Data shown below:

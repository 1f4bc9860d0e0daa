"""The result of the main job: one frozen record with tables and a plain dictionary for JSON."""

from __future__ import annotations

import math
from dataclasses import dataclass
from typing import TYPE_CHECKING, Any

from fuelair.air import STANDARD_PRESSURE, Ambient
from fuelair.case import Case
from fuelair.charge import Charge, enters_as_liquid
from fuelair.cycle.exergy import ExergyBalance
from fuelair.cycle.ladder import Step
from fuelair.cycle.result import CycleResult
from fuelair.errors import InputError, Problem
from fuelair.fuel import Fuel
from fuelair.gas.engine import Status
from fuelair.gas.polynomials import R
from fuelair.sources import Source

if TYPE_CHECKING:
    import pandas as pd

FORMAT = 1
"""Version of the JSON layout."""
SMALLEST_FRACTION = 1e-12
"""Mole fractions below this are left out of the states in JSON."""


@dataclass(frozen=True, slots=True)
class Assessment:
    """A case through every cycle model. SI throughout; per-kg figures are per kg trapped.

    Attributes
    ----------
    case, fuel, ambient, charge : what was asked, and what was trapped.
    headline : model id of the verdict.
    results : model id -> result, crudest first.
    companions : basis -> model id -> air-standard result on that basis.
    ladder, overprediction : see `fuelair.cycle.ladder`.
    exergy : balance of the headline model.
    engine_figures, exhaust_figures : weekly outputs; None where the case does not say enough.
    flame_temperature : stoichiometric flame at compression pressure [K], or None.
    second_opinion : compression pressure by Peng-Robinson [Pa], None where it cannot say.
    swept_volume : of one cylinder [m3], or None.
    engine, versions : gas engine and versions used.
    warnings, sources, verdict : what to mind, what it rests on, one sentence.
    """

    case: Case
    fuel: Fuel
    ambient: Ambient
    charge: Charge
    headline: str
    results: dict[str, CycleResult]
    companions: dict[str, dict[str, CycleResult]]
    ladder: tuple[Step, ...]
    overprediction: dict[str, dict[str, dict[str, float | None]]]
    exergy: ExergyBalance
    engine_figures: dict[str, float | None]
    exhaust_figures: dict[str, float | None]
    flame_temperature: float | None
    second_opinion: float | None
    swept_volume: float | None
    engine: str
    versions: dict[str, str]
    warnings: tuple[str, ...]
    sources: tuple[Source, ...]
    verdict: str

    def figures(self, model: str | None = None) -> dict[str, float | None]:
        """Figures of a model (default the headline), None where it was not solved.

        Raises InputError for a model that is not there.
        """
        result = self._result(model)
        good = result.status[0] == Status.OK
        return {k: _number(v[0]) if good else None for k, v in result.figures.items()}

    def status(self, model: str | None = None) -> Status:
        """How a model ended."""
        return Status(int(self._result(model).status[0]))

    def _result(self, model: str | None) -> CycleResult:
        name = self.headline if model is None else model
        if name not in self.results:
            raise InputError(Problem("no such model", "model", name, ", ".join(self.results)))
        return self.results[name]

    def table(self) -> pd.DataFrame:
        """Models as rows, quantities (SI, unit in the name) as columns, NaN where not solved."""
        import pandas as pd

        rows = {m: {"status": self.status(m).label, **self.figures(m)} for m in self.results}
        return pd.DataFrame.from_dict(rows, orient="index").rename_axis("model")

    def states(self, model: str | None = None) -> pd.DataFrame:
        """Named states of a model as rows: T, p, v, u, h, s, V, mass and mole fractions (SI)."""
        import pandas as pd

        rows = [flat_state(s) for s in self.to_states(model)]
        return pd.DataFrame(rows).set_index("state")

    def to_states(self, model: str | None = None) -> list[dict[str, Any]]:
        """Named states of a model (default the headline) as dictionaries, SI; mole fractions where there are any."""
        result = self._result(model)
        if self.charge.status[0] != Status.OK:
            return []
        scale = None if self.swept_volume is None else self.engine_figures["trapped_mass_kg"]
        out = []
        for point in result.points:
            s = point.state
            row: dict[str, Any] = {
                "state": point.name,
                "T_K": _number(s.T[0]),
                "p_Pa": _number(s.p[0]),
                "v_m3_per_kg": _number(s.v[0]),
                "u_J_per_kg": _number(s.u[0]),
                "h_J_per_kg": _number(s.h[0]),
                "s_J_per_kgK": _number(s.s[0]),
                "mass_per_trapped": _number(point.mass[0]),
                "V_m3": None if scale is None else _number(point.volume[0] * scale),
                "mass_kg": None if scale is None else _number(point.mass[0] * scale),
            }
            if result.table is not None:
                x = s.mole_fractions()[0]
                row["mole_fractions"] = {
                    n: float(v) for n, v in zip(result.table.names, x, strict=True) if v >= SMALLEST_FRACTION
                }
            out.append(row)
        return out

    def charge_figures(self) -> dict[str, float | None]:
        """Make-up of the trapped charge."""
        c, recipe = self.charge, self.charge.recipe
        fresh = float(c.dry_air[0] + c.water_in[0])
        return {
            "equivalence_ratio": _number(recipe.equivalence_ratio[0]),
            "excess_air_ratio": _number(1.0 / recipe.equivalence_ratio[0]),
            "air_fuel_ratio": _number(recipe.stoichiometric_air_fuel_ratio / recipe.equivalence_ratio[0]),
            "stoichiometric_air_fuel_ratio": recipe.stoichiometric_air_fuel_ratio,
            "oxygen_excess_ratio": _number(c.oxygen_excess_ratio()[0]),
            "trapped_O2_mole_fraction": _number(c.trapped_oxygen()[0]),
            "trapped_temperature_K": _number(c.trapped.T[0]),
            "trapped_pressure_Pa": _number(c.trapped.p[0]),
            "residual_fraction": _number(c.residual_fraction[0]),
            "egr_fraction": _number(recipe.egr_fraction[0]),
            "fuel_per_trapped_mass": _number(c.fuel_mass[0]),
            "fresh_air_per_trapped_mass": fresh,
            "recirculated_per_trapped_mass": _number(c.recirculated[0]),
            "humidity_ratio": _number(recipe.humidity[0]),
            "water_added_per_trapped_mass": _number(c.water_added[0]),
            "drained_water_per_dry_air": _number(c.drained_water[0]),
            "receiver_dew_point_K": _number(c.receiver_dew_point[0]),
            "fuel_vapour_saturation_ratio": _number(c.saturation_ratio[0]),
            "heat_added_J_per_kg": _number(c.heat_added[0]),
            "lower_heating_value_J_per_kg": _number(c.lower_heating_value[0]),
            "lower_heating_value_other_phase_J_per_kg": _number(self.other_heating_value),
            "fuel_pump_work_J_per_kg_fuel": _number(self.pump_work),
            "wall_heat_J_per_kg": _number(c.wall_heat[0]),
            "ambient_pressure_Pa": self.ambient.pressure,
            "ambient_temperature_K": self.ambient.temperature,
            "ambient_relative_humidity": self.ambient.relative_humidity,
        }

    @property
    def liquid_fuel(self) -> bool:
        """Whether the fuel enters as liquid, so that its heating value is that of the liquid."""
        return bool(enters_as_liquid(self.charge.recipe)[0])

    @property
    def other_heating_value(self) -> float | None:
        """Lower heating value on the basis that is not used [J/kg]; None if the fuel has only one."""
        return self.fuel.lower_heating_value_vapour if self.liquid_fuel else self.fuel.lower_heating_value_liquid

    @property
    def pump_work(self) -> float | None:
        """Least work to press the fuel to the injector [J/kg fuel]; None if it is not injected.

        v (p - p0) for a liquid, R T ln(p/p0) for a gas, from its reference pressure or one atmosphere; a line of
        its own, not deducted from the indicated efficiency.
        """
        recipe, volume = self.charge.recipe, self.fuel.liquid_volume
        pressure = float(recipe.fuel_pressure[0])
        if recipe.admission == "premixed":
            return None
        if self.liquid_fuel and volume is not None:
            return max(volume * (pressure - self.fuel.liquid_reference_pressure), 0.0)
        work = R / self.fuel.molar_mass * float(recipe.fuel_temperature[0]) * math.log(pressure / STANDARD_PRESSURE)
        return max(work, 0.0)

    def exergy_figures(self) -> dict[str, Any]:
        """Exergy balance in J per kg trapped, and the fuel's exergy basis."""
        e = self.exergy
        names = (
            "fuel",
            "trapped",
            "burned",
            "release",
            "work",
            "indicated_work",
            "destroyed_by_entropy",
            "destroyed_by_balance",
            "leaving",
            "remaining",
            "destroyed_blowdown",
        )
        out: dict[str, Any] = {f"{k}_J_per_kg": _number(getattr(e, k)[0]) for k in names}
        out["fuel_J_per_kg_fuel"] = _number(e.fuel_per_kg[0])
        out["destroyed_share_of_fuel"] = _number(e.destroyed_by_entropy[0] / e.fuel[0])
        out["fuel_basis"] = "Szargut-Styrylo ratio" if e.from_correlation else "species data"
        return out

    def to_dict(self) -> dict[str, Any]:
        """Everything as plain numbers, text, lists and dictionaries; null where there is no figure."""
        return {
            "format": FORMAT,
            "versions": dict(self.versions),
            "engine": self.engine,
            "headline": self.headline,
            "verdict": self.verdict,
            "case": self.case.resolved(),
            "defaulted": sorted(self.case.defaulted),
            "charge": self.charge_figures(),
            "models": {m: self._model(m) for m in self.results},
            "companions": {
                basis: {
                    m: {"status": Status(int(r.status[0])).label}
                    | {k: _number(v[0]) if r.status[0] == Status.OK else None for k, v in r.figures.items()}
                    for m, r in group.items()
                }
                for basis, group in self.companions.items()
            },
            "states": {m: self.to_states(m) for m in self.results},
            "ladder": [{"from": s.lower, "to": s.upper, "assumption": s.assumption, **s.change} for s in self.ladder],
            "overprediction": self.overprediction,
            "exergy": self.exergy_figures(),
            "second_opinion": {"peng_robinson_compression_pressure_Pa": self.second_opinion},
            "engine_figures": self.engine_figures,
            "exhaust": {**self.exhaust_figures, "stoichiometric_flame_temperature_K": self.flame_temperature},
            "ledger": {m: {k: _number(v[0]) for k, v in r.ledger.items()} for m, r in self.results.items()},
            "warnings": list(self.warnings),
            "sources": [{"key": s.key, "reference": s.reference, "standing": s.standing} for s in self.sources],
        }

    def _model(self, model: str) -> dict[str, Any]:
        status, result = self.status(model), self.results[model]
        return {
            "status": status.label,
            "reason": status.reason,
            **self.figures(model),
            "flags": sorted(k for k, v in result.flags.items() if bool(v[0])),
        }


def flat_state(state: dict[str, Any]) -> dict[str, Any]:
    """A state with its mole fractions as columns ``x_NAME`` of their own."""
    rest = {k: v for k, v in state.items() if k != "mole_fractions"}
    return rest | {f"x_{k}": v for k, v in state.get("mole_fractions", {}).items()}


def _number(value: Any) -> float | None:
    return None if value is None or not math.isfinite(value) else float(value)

End of Data shown.

Action item: Each line from the top of the data, up to and including the line that contains "results : model", should be set down exactly.

Response to this exercise:
repository 1f4bc9860d0e0daa
"""The result of the main job: one frozen record with tables and a plain dictionary for JSON."""

from __future__ import annotations

import math
from dataclasses import dataclass
from typing import TYPE_CHECKING, Any

from fuelair.air import STANDARD_PRESSURE, Ambient
from fuelair.case import Case
from fuelair.charge import Charge, enters_as_liquid
from fuelair.cycle.exergy import ExergyBalance
from fuelair.cycle.ladder import Step
from fuelair.cycle.result import CycleResult
from fuelair.errors import InputError, Problem
from fuelair.fuel import Fuel
from fuelair.gas.engine import Status
from fuelair.gas.polynomials import R
from fuelair.sources import Source

if TYPE_CHECKING:
    import pandas as pd

FORMAT = 1
"""Version of the JSON layout."""
SMALLEST_FRACTION = 1e-12
"""Mole fractions below this are left out of the states in JSON."""


@dataclass(frozen=True, slots=True)
class Assessment:
    """A case through every cycle model. SI throughout; per-kg figures are per kg trapped.

    Attributes
    ----------
    case, fuel, ambient, charge : what was asked, and what was trapped.
    headline : model id of the verdict.
    results : model id -> result, crudest first.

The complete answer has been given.